Шрифт:
— В смысле, использовать их, как я тогда вервольфов в Сент-Луисе против серийного убийцы?
Тогда вышло отлично, и я надеялась, что этот способ станет стандартной практикой для полиции во всей стране. Это же было бы как иметь розыскную собаку, которая может общаться с тобой словами — но слишком глубоко въелось в полицейских предубеждение против оборотней. Привести оборотня на место преступления можно, но не в животной форме — а в человеческом облике у них обоняние немногим лучше, чем у обыкновенного человека.
Он кивнул:
— Красиво. Но шансов, что они окажутся достаточно близко для выслеживания, маловато. Времени прошло прилично.
— Маловато, но это какой-никакой, а все же план.
— Что ж, ничего лучше придумать не могу, — сказала я, потом подумала и добавила: — Ты возьми с собой нескольких ребят, и идите по следу. Если найдешь что-то стоящее, звони мне.
— А ты куда? Почему не с нами?
— Я хочу в больницу, Карлтон повидать. Надо ей объяснить, что жизнь не кончена.
Эдуард чуть отвел меня в сторону от Ньюмэна, чтобы поговорить с глазу на глаз.
— С каких это пор ты должна держать за ручку другого маршала?
— С тех самых, как Мика сделался главой «Мохнатой коалиции», и я поняла, как важно поговорить с другим оборотнем, когда узнаешь о себе страшную правду. Чтобы тебе сказали: «Вот посмотри: у меня то же самое, и ничего». Это помогает.
— Ты чувствуешь свою ответственность за то, что с ней случилось?
Я пожала плечами:
— Некоторую. Но я знаю, что полезно будет поговорить и с ней, и с некоторыми охранниками.
Он пристально смотрел мне в лицо:
— Мне не хотелось бы разделять силы.
— Мне тоже, но со мной будут хорошие бойцы, и с тобой тоже. И проведаю Олафа. Я не хотела ему руку ломать.
— Я не подумал, что он будет тебя испытывать. Моя вина.
— Что его заставило так испытывать свою удачу? Это было серьезнее, чем в прошлый раз.
— Я думаю, слухи обо всех твоих мужчинах — и еще о том, что у тебя быстрота и сила оборотня.

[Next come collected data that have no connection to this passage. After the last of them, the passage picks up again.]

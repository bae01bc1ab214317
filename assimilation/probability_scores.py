"""Scores of probability forecasts of one event, e.g. "the alert level is reached".

Inputs are ``p`` (N,) forecast probabilities in [0, 1] and ``o`` (N,) the
outcomes (True/1 when the event happened, False/0 otherwise), one per
forecast case. Terms follow Jolliffe and Stephenson (2012, *Forecast
Verification*, 2nd ed., Wiley).

Methods
-------
* Brier score (Brier 1950, Mon. Wea. Rev. 78:1) and its decomposition
  ``BS = REL − RES + UNC`` over probability bins (Murphy 1973, J. Appl.
  Meteor. 12:595).
* Brier skill score ``1 − BS/BS_ref`` against a reference forecast.
* ROC area by the trapezoid rule over all probability thresholds; it equals
  the Mann–Whitney statistic ``U/(n₁n₀)`` with ties counted one half
  (Mason and Graham 2002, Q. J. R. Meteorol. Soc. 128:2145).
* Contingency counts of a warning issued when ``p`` reaches a warning
  probability (the alert rule's "at least ``warn_probability``").
"""
from __future__ import annotations

from dataclasses import dataclass

import numpy as np


def _check(p, o):
    p = np.asarray(p, dtype=float)
    o = np.asarray(o)
    if p.ndim != 1 or p.shape != o.shape or p.size == 0:
        raise ValueError(f"expected probabilities p and outcomes o of one shape (cases,), got {p.shape} and {o.shape}")
    if np.any(~((p >= 0) & (p <= 1))):
        raise ValueError("probabilities must lie in [0, 1] (and not be NaN)")
    if o.dtype != bool:
        if np.any(~np.isin(o, (0, 1))):
            raise ValueError("outcomes must be booleans or 0/1")
        o = o.astype(bool)
    return p, o


def brier_score(p, o) -> float:
    """Mean of ``(p − o)²`` over cases [-], 0 for a perfect forecast (Brier 1950)."""
    p, o = _check(p, o)
    return float(np.mean((p - o) ** 2))


@dataclass(frozen=True)
class BrierDecomposition:
    """Murphy (1973) decomposition of the Brier score [-].

    ``brier`` is the score computed directly; ``reliability − resolution +
    uncertainty`` equals it exactly when every bin holds one forecast value
    (``within_bin_spread`` = 0), and otherwise differs by terms of the
    within-bin spread (Stephenson, Coelho and Jolliffe 2008, Wea.
    Forecasting 23:752). ``bin_forecast`` (K,) mean forecast per non-empty
    bin, ``bin_frequency`` (K,) observed event frequency, ``bin_count`` (K,).
    """

    brier: float
    reliability: float
    resolution: float
    uncertainty: float
    base_rate: float
    within_bin_spread: float
    bin_forecast: np.ndarray
    bin_frequency: np.ndarray
    bin_count: np.ndarray


def brier_decomposition(p, o, bins: int | None = None) -> BrierDecomposition:
    """Reliability, resolution and uncertainty of the Brier score (Murphy 1973).

    Binning: ``bins=None`` puts each distinct forecast value in its own bin
    (an ensemble of M members gives at most M + 1 values k/M), so the
    identity ``BS = REL − RES + UNC`` is exact. ``bins=K`` uses K equal-width
    bins on [0, 1], closed on the left, the last one also on the right; each
    bin is represented by the mean forecast inside it. With N cases, bin k
    holding n_k cases of mean forecast p̄_k and event frequency ō_k, and
    base rate ō: ``REL = Σ n_k (p̄_k − ō_k)²/N``, ``RES = Σ n_k (ō_k − ō)²/N``,
    ``UNC = ō(1 − ō)``.
    """
    p, o = _check(p, o)
    if bins is None:
        p_bar, label = np.unique(p, return_inverse=True)
        count = np.bincount(label).astype(float)
    else:
        if int(bins) != bins or bins < 1:
            raise ValueError(f"bins must be a positive whole number or None, got {bins!r}")
        label = np.minimum((p * int(bins)).astype(int), int(bins) - 1)
        _, label = np.unique(label, return_inverse=True)
        count = np.bincount(label).astype(float)
        p_bar = np.bincount(label, weights=p) / count
    o_bar = np.bincount(label, weights=o.astype(float)) / count
    n = p.size
    base = float(o.mean())
    return BrierDecomposition(
        brier=brier_score(p, o),
        reliability=float(np.sum(count * (p_bar - o_bar) ** 2) / n),
        resolution=float(np.sum(count * (o_bar - base) ** 2) / n),
        uncertainty=base * (1.0 - base),
        base_rate=base,
        within_bin_spread=float(np.mean((p - p_bar[label]) ** 2)),
        bin_forecast=p_bar,
        bin_frequency=o_bar,
        bin_count=count.astype(int),
    )


def brier_skill_score(p, o, reference=None) -> float:
    """``1 − BS/BS_ref`` [-]: 1 perfect, 0 no better than the reference, < 0 worse.

    reference: None for the sample climatology (the base rate of ``o`` as a
    constant forecast, ``BS_ref = ō(1 − ō)``; note it uses the verifying
    sample itself), a number in [0, 1] for a constant reference probability,
    or an array (N,) of reference probabilities (e.g. a baseline
    forecaster's). Raises when the reference is perfect (``BS_ref = 0``).
    """
    p, o = _check(p, o)
    if reference is None:
        base = o.mean()
        bs_ref = float(base * (1.0 - base))
    else:
        ref = np.broadcast_to(np.asarray(reference, dtype=float), p.shape)
        bs_ref = brier_score(ref, o)
    if bs_ref == 0:
        raise ValueError("the reference forecast is perfect on this sample (BS_ref = 0); the skill score is undefined")
    return 1.0 - brier_score(p, o) / bs_ref


def roc_points(p, o) -> tuple[np.ndarray, np.ndarray]:
    """False-alarm rates and hit rates (K + 1,), (K + 1,) [-] of the ROC curve.

    (0, 0) for "never warn", then one point per distinct forecast value t
    (warning when ``p >= t``) from the highest down; the lowest value warns
    every case, so the curve ends at (1, 1). Needs both events and
    non-events.
    """
    p, o = _check(p, o)
    n_events = int(o.sum())
    n_non_events = o.size - n_events
    if n_events == 0 or n_non_events == 0:
        raise ValueError("the ROC needs at least one event and one non-event")
    values, label = np.unique(p, return_inverse=True)
    events_at = np.bincount(label, weights=o.astype(float), minlength=values.size)[::-1]
    non_events_at = np.bincount(label, weights=(~o).astype(float), minlength=values.size)[::-1]
    hit_rate = np.concatenate(([0.0], np.cumsum(events_at) / n_events))
    false_alarm_rate = np.concatenate(([0.0], np.cumsum(non_events_at) / n_non_events))
    return false_alarm_rate, hit_rate


def roc_area(p, o) -> float:
    """Area under the ROC curve [-] by the trapezoid rule over :func:`roc_points`;
    0.5 for no discrimination, 1 for perfect (Mason and Graham 2002)."""
    false_alarm_rate, hit_rate = roc_points(p, o)
    return float(np.trapezoid(hit_rate, false_alarm_rate))


@dataclass(frozen=True)
class ContingencyCounts:
    """2×2 table of a yes/no warning against the event (counts of cases)."""

    hits: int
    misses: int
    false_alarms: int
    correct_negatives: int

    @property
    def hit_rate(self) -> float:
        """hits / (hits + misses) [-] (probability of detection); NaN without events."""
        n = self.hits + self.misses
        return self.hits / n if n else float("nan")

    @property
    def false_alarm_ratio(self) -> float:
        """false alarms / (hits + false alarms) [-]; NaN without warnings."""
        n = self.hits + self.false_alarms
        return self.false_alarms / n if n else float("nan")

    @property
    def false_alarm_rate(self) -> float:
        """false alarms / (false alarms + correct negatives) [-]; NaN without non-events."""
        n = self.false_alarms + self.correct_negatives
        return self.false_alarms / n if n else float("nan")


def contingency_counts(p, o, warn_probability: float) -> ContingencyCounts:
    """Counts of a warning issued when ``p >= warn_probability`` [-] against the outcomes."""
    p, o = _check(p, o)
    if not 0.0 <= warn_probability <= 1.0:
        raise ValueError(f"warn_probability must lie in [0, 1], got {warn_probability!r}")
    warn = p >= warn_probability
    return ContingencyCounts(
        hits=int(np.sum(warn & o)),
        misses=int(np.sum(~warn & o)),
        false_alarms=int(np.sum(warn & ~o)),
        correct_negatives=int(np.sum(~warn & ~o)),
    )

— Комбинация мужской и рабочей ревности?
— Вроде того.
Я покачала головой.
— Дошло до него наконец, что в подружки серийного убийцы ему меня не заполучить?
— Не знаю.
Я только глаза закатила к небу.
— Ну, класс. Вот только этого нам сейчас не хватало.
— Олаф когда приехал, стал задавать вопросы насчет твоих новых мужчин. Особенно его интересовал Синрик.
— А почему Син особенно?
— Син? — переспросил Эдуард.
— Ему всего семнадцать, для такого пацана «Синрик» — слишком серьезно.
— Но почему Син ?
Я пожала плечами:
— Будь он другого типа мальчишкой, ходил бы бледный в черном и писал стихи о смерти. Мне тоже его ник не нравится. Но почему именно Синрик так заинтересовал Олафа?
— Думаю, что из-за возраста.
— Из-за его возраста или из-за разницы между ним и мной?
— Могу только гадать, как и ты. Он не говорит на эту тему, но задавал вопросы о Синрике. Хотел знать, верно ли, что ты взяла себе в любовники мальчишку.
— Он так и спросил?
Эдуард подумал секунду, затем кивнул.
— Он спросил: «Правда ли, что Анита взяла к себе жить мальчишку-подростка?» Я ответил, что да, и тогда он спросил: «Правда ли, что он ее любовник?» Я снова подтвердил.
— Он когда-нибудь спрашивал конкретно о ком-нибудь из моих любовников?
— Нет. Спрашивал, правда ли, что у тебя столько любовников, сколько приписывает тебе молва. На это я ответил, что с таким количеством мужиков никто не может трахаться.
— Ты ему не хотел говорить, со сколькими мужчинами я сплю?
— Ненависть Олафа к женщинам отчасти возникает из убеждения, что все они потаскухи и пытаются мужиками вертеть. Когда вы только познакомились, ты вообще ни с кем не спала, и это ему помогло не иметь на твою тему тараканов. Вот я и подумал, что лучше число любовников не уточнять.
С этим ходом мысли я не могла спорить, но...
— Ты думаешь, что в представлении Олафа я переступила некоторую черту? И теперь я ему уже не подруга и не возможная любовница, а обыкновенная шлюха, которую надо похитить, пытать, изнасиловать и зарезать?